My head rushes with blood, and I shake it, certain I must be imagining his voice. Still, my heart hammers as I push through the doorway. And there he is—just as he always was after I finished a duel, waiting for me outside the piste with a smile and a bouquet of daffodils, whether I won or lost. Now he’s here again, ready to catch me after the final touch, after the longest duel of my life.

“D-Dad.” The word comes out in a sob. “I thought y-you were coming tonight?”

He shrugs, almost shyly. “I missed you.”

I stagger forward, my tears so heavy that his shape blurs before me. Dad sets down the daffodils, hurries toward me, and catches me as if I were still a child. I press my face to his chest, breathing in his familiar scent between sobs, clinging tighter and tighter until the heartache inside me begins to ease: the longing for Waldsten Mansion, for its endless corridors where I left memories like fingerprints; for the rose garden blooming wildly in the first weeks of spring; for the pine forest and the crooked roof of the tree fort Vivian, Hillaire, and I built in its center.

Because I have Dad back now.

And home is wherever he is.

Dad and I spend the day in my suite, talking from morning into late afternoon. Between breakfast and lunch, which I finally have the appetite to finish, he tells me about his plans for the Governor’s campaign and how he’s working discreetly through a Brasscoat contact to uncover the plea deal Harrison took, hoping to help him.

I’m mostly content to listen, smiling in a daze of happiness as I watch his face, half-afraid it isn’t real. When he asks me questions, I answer. I tell him about Edmund, that I’m no longer in his entourage but that we’re on good terms, even after he found out about Charles. The only thing I keep secret is my Aegis.
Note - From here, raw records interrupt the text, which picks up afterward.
/**
 * Background writer of what alarms and the interlock produce: alarm events (the history),
 * trips, and their audit entries (operator actions on alarms, trips). Evaluation only queues
 * (no await, no I/O); a timer writes the queue in one transaction every `flushMs`, so a slow
 * database can never delay a trip command. Writes run one after another, in queue order.
 */
import { appendAuditEntries, type AuditEntry } from '../audit/audit-log.js';
import type { Db } from '../db/database.js';
import type { TripRecord } from '../interlock/interlock.js';
import { insertTrips } from '../interlock/trip-repository.js';
import { insertAlarmEvents } from './alarm-event-repository.js';
import type { AlarmEvent } from './alarm-state.js';

export interface SupervisionLogOptions {
  /** Longest wait before queued records are written, ms (default 250). */
  flushMs?: number;
  /** Alarm events waiting beyond this are dropped oldest first, reported to `onError` (default 10 000). */
  maxQueue?: number;
  /** Called with each failed write (its records are lost) and each drop. */
  onError: (error: unknown) => void;
}

export class SupervisionLog {
  private events: AlarmEvent[] = [];
  private trips: TripRecord[] = [];
  private audits: AuditEntry[] = [];
  private timer: NodeJS.Timeout | null = null;
  private writing: Promise<void> = Promise.resolve();
  private closed = false;
  private readonly flushMs: number;
  private readonly maxQueue: number;

  constructor(
    private readonly db: Db,
    private readonly options: SupervisionLogOptions,
  ) {
    this.flushMs = options.flushMs ?? 250;
    this.maxQueue = options.maxQueue ?? 10_000;
  }

  /** Queues alarm events; those with an actor (operator actions) also go to the audit trail. */
  addAlarmEvents(events: readonly AlarmEvent[]): void {
    if (this.closed || events.length === 0) return;
    for (const e of events) {
      this.events.push(e);
      if (e.actor !== undefined) {
        this.audits.push({
          actor: e.actor,
          action: `alarm.${e.kind}`,
          subject: `alarm:${e.alarmId}`,
          oldValue: { state: e.from },
          newValue: { state: e.to },
          reason: e.reason ?? null,
          at: new Date(e.at),
        });
      }
    }
    this.bound(this.events);
    this.schedule();
  }

  /** Queues a trip and its audit entry (actor `system`). */
  addTrip(trip: TripRecord): void {
    if (this.closed) return;
    this.trips.push(trip);
    this.audits.push({
      actor: 'system',
      action: 'interlock.trip',
      subject: 'interlock',
      oldValue: { state: 'ok' },
      newValue: { state: 'tripped', firstOut: trip.firstOut },
      reason: trip.reason,
      at: new Date(trip.at),
    });
    this.schedule();
  }

  /** Writes everything queued so far; resolves once it is stored (or the write failed, reported). */
  flush(): Promise<void> {
    if (this.timer) clearTimeout(this.timer);
    this.timer = null;
    this.writing = this.writing.then(() => this.writeQueued());
    return this.writing;
  }

  /** Writes what is queued and stops; later records are ignored. */
  async close(): Promise<void> {
    this.closed = true;
    await this.flush();
  }

  private schedule(): void {
    if (this.closed || this.timer) return;
    this.timer = setTimeout(() => void this.flush(), this.flushMs);
  }

  private bound(queue: unknown[]): void {
    const excess = queue.length - this.maxQueue;
    if (excess > 0) {
      queue.splice(0, excess);
      this.options.onError(new Error(`${excess} alarm events dropped: the database has not kept up with ${this.maxQueue} queued events`));
    }
  }

  private async writeQueued(): Promise<void> {
    const events = this.events;
    const trips = this.trips;
    const audits = this.audits;
    if (events.length + trips.length + audits.length === 0) return;
    this.events = [];
    this.trips = [];
    this.audits = [];
    try {
      await this.db.transaction(async (tx) => {
        await insertTrips(tx, trips);
        await insertAlarmEvents(tx, events);
        await appendAuditEntries(tx, audits);
      });
    } catch (error) {
      this.options.onError(error);
    }
  }
}
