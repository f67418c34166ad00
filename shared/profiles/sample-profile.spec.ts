import { describe, expect, it } from 'vitest';
import { DEMO_PROFILE } from './demo-profile.js';
import { parseSampleProfile, SampleProfile, SampleProfileError } from './sample-profile.js';

const problem = (value: unknown) => {
  try {
    parseSampleProfile(value);
  } catch (err) {
    expect(err).toBeInstanceOf(SampleProfileError);
    return (err as Error).message;
  }
  throw new Error('the profile was accepted');
};

describe('SampleProfile', () => {
  it('accepts the demo profile, custom species and vector imaging', () => {
    expect(parseSampleProfile(DEMO_PROFILE)).toEqual(DEMO_PROFILE);
    const custom = {
      name: '  Dy test  ',
      species: { massU: 160.93, magneticMomentMuB: 9.93, name: 'Dy' },
      atomNumber: 1e4,
      trapHz: [100, 100, 300],
      tofMs: [0, 5, 10, 15],
      imaging: { u: [1, 0, 0], v: [0, 1, 1] },
    };
    expect(parseSampleProfile(custom).name).toBe('Dy test');
    const molecule = { ...DEMO_PROFILE, species: { massU: 63, dipoleDebye: 2.7 }, polarization: 0.4 };
    expect(SampleProfile.safeParse(molecule).success).toBe(true);
    expect(SampleProfile.safeParse({ ...DEMO_PROFILE, species: '40K87Rb', polarization: 0.5 }).success).toBe(true);
  });

  it('names each input to fix as the form labels it', () => {
    expect(problem({ ...DEMO_PROFILE, name: ' ' })).toMatch(/Name must not be empty/);
    expect(problem({ ...DEMO_PROFILE, trapHz: [350, 80] })).toMatch(/The trap frequencies must be three numbers/);
    expect(problem({ ...DEMO_PROFILE, tofMs: [] })).toMatch(/TOF times must list at least one time/);
    expect(problem({ ...DEMO_PROFILE, tofMs: [1, 2, 3, 4, 5] })).toMatch(/at most 4 times/);
    expect(problem({ ...DEMO_PROFILE, tofMs: [20, -1] })).toMatch(/Each of the TOF times must lie between 0 and 200 ms/);
    expect(problem({ ...DEMO_PROFILE, imaging: 'w' })).toMatch(/Camera line of sight must be along x, y or z/);
    expect(problem({ ...DEMO_PROFILE, species: { massU: 167 } })).toMatch(/Species must be one of 167Er/);
    expect(problem({ ...DEMO_PROFILE, colour: 'red' })).toMatch(/unknown key\(s\) colour/);
    expect(problem({ ...DEMO_PROFILE, trapToCoilEulerDeg: [0, Number.NaN, 0] })).toMatch(/2nd turn, about the new y must be a number/);
    expect(problem('167Er')).toMatch(/must be an object with name, species/);
  });

  it('refuses values outside the physically sensible ranges the form states', () => {
    expect(problem({ ...DEMO_PROFILE, atomNumber: 0 })).toBe('sample profile: Atom number must lie between 100 and 100000000');
    expect(problem({ ...DEMO_PROFILE, atomNumber: 2.5 })).toMatch(/Atom number must lie between 100 and 100000000/);
    expect(problem({ ...DEMO_PROFILE, atomNumber: 1e12 })).toMatch(/Atom number must lie between 100 and 100000000/);
    expect(problem({ ...DEMO_PROFILE, trapHz: [350, 0, 400] })).toBe('sample profile: Frequency along y must lie between 1 and 10000 Hz');
    expect(problem({ ...DEMO_PROFILE, trapToCoilEulerDeg: [100_000, 0, 0] })).toMatch(/1st turn, about coil z must lie between -360 and 360°/);
  });

  it('passes on the model’s message for non-physical values the ranges do not cover', () => {
    expect(problem({ ...DEMO_PROFILE, species: 'Er168' })).toMatch(/unknown species "Er168"/);
    expect(problem({ ...DEMO_PROFILE, species: { massU: -3, dipoleDebye: 1 } })).toMatch(/Species must be one of/);
    expect(problem({ ...DEMO_PROFILE, polarization: 0.5 })).toMatch(/Polarisation applies only to electric-dipole species/);
    expect(problem({ ...DEMO_PROFILE, species: '23Na40K', polarization: 1.2 })).toMatch(/Polarisation must lie between 0 and 1/);
    expect(problem({ ...DEMO_PROFILE, imaging: { u: [1, 0, 0], v: [1, 1, 0] } })).toMatch(/The camera u and v vectors must be perpendicular/);
  });
});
Jerome said I could tell Dad about it, but I’d rather wait until we fly home. I twist my Blood Ring around my thumb, feeling the weight of the Aegis inside it as Dad takes a call about the progress of the political response to the Ranger attacks in the Green District. Eventually, exhaustion pulls me down, and I curl up on the sofa with my head againsta pillow. I drift off to sleep to the familiar sound of Dad’s baritone voice, like I did so many times in the living room of Waldsten Mansion. I sleep so deeply and dreamlessly that it feels like I only dozed off for a few minutes. But when I wake, blinking into the bright sun, I realize I’ve slept through the night. It’s morning, the day of the Ovation Ceremony, when the academic awards will be handed out.